From the records below, please repeat exactly the line that has "if (asked !== undefined", the line that has "system: asked ??", and every line between them, and nothing else.

EXTRACTED INFORMATION: Begin

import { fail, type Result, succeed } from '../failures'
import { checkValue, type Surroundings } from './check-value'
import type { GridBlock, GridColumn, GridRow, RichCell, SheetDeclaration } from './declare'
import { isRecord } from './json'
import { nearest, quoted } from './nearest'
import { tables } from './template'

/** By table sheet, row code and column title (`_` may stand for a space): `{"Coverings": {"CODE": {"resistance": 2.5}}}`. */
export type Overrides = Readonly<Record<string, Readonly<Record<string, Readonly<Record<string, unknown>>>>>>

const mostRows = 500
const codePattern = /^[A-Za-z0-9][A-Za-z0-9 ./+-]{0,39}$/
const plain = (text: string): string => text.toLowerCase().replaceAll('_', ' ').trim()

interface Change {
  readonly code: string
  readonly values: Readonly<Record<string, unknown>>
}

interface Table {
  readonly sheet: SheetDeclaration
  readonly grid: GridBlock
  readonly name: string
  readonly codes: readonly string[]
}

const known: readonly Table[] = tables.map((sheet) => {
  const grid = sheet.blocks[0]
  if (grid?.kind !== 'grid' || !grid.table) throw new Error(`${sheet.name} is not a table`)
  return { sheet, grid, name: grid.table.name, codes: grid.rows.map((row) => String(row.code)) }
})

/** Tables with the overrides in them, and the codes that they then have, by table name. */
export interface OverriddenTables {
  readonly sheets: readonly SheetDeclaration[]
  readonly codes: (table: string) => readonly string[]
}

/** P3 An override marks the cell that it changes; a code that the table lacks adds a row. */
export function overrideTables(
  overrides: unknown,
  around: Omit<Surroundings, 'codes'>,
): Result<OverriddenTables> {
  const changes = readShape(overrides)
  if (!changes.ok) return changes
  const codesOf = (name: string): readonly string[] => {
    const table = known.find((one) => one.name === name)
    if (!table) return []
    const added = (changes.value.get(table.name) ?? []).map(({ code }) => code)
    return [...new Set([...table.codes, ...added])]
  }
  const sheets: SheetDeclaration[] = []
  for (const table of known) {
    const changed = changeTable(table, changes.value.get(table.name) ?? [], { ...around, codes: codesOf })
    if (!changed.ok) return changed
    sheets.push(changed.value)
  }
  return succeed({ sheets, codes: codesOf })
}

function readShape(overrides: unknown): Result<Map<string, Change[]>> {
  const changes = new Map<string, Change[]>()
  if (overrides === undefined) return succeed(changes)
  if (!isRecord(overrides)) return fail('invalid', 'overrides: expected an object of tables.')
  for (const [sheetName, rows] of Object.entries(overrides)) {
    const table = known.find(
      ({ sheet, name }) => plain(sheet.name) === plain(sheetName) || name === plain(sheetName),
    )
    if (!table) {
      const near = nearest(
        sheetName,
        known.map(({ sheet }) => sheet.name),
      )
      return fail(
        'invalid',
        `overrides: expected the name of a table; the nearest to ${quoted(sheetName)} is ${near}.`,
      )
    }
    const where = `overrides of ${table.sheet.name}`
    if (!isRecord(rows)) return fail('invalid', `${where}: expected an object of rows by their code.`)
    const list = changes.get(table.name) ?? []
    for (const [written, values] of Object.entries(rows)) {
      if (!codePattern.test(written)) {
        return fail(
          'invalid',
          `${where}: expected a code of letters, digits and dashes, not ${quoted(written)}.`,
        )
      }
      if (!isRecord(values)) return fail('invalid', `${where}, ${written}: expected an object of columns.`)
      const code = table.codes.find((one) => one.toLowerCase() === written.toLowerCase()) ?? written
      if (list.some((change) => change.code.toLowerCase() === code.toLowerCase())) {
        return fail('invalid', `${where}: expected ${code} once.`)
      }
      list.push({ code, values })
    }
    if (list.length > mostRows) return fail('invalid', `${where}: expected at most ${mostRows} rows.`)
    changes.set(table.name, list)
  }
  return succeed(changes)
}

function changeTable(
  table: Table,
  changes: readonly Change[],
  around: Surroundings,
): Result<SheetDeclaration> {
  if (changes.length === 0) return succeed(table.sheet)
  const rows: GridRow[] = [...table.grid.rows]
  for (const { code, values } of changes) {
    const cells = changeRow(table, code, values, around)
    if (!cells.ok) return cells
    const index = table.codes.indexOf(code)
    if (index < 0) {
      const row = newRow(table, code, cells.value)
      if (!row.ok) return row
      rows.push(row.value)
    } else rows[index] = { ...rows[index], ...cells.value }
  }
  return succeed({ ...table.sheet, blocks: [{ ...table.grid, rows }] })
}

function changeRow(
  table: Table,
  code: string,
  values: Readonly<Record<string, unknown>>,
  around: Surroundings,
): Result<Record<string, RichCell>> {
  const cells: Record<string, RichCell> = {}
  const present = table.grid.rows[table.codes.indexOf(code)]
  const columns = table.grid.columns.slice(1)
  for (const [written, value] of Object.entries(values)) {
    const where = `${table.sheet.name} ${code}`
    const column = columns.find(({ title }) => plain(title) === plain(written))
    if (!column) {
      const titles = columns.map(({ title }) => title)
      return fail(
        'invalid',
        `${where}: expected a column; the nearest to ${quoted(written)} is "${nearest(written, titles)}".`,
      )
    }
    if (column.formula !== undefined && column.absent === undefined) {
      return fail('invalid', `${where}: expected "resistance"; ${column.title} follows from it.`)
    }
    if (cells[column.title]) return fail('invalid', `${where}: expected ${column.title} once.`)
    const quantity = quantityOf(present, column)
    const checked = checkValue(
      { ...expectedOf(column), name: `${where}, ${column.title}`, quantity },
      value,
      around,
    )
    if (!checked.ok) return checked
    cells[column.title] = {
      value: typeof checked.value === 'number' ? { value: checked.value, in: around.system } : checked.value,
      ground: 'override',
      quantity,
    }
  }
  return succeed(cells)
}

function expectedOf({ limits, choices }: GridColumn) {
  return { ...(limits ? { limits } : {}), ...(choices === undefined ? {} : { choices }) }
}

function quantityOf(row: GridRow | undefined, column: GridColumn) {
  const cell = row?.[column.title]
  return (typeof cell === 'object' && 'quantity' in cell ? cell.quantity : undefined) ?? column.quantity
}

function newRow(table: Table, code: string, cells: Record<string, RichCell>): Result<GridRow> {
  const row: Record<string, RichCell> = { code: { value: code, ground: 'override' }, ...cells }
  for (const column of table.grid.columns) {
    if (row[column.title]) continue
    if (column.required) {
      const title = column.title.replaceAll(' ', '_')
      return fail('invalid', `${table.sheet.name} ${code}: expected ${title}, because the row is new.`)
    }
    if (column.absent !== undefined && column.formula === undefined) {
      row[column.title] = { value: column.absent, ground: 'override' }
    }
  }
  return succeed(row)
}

EXTRACTED INFORMATION: End
EXTRACTED INFORMATION: Begin

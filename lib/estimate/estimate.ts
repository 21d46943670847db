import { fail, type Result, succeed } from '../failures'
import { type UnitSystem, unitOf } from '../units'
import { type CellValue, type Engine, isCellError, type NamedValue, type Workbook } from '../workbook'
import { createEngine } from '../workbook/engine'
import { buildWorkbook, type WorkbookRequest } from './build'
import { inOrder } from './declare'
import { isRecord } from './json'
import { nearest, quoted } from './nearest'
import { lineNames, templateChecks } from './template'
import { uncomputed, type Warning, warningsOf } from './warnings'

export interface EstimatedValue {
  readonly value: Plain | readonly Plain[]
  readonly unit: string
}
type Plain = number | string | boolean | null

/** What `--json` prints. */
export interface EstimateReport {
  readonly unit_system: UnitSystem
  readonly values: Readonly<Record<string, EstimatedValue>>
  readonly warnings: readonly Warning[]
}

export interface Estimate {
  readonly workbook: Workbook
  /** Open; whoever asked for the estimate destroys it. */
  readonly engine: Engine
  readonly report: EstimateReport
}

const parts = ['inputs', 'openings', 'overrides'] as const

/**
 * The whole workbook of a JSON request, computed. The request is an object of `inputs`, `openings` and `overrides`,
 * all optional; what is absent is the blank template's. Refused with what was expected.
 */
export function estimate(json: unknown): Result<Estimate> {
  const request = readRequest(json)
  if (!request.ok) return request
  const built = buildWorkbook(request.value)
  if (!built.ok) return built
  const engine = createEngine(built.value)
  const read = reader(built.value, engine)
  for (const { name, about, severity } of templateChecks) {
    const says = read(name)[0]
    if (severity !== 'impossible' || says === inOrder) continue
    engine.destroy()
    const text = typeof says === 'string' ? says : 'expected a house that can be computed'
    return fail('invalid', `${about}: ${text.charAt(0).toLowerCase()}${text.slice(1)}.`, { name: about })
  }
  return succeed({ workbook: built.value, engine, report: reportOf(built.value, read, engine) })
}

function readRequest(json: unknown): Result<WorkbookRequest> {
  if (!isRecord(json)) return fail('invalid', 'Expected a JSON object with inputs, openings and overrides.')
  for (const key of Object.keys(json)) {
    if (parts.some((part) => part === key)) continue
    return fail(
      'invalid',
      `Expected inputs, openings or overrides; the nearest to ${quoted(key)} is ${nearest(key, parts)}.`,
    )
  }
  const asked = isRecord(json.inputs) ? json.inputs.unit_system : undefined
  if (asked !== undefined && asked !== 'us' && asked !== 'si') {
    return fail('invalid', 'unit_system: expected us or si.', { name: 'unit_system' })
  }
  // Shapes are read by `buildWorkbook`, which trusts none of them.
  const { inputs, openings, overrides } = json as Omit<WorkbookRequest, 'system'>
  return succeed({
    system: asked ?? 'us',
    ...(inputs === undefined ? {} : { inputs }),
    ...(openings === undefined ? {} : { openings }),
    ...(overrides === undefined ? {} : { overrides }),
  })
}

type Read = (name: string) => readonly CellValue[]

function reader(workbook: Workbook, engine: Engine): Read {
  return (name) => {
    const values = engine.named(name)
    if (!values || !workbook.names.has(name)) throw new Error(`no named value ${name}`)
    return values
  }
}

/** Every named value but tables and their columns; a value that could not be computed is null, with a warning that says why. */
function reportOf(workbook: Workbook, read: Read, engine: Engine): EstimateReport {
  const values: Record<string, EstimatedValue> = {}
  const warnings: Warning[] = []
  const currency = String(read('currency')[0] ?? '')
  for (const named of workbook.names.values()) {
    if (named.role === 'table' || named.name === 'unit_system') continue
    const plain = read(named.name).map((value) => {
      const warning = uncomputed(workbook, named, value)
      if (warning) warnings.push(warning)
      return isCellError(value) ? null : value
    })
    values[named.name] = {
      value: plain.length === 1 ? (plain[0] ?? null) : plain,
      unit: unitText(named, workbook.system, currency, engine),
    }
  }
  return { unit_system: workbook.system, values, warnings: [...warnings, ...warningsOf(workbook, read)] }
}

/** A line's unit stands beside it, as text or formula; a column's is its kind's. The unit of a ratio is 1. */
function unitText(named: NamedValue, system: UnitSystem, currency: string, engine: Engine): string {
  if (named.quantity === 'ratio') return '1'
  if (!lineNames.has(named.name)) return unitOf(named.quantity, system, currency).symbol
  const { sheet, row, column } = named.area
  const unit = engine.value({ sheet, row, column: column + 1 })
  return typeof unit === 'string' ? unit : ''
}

EXTRACTED INFORMATION: End
EXTRACTED INFORMATION: Begin

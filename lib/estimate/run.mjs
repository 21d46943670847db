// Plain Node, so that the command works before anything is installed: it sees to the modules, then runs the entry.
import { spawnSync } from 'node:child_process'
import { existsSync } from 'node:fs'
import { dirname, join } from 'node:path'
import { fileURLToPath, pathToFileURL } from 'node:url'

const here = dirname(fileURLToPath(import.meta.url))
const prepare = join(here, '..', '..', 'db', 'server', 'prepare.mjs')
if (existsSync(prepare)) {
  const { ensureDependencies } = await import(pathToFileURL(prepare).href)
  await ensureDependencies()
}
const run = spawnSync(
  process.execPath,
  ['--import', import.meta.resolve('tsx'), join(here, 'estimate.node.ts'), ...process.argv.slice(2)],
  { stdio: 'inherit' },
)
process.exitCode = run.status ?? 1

EXTRACTED INFORMATION: End

# SOLUTION BELOW
  if (asked !== undefined && asked !== 'us' && asked !== 'si') {
    return fail('invalid', 'unit_system: expected us or si.', { name: 'unit_system' })
  }
  // Shapes are read by `buildWorkbook`, which trusts none of them.
  const { inputs, openings, overrides } = json as Omit<WorkbookRequest, 'system'>
  return succeed({
    system: asked ?? 'us',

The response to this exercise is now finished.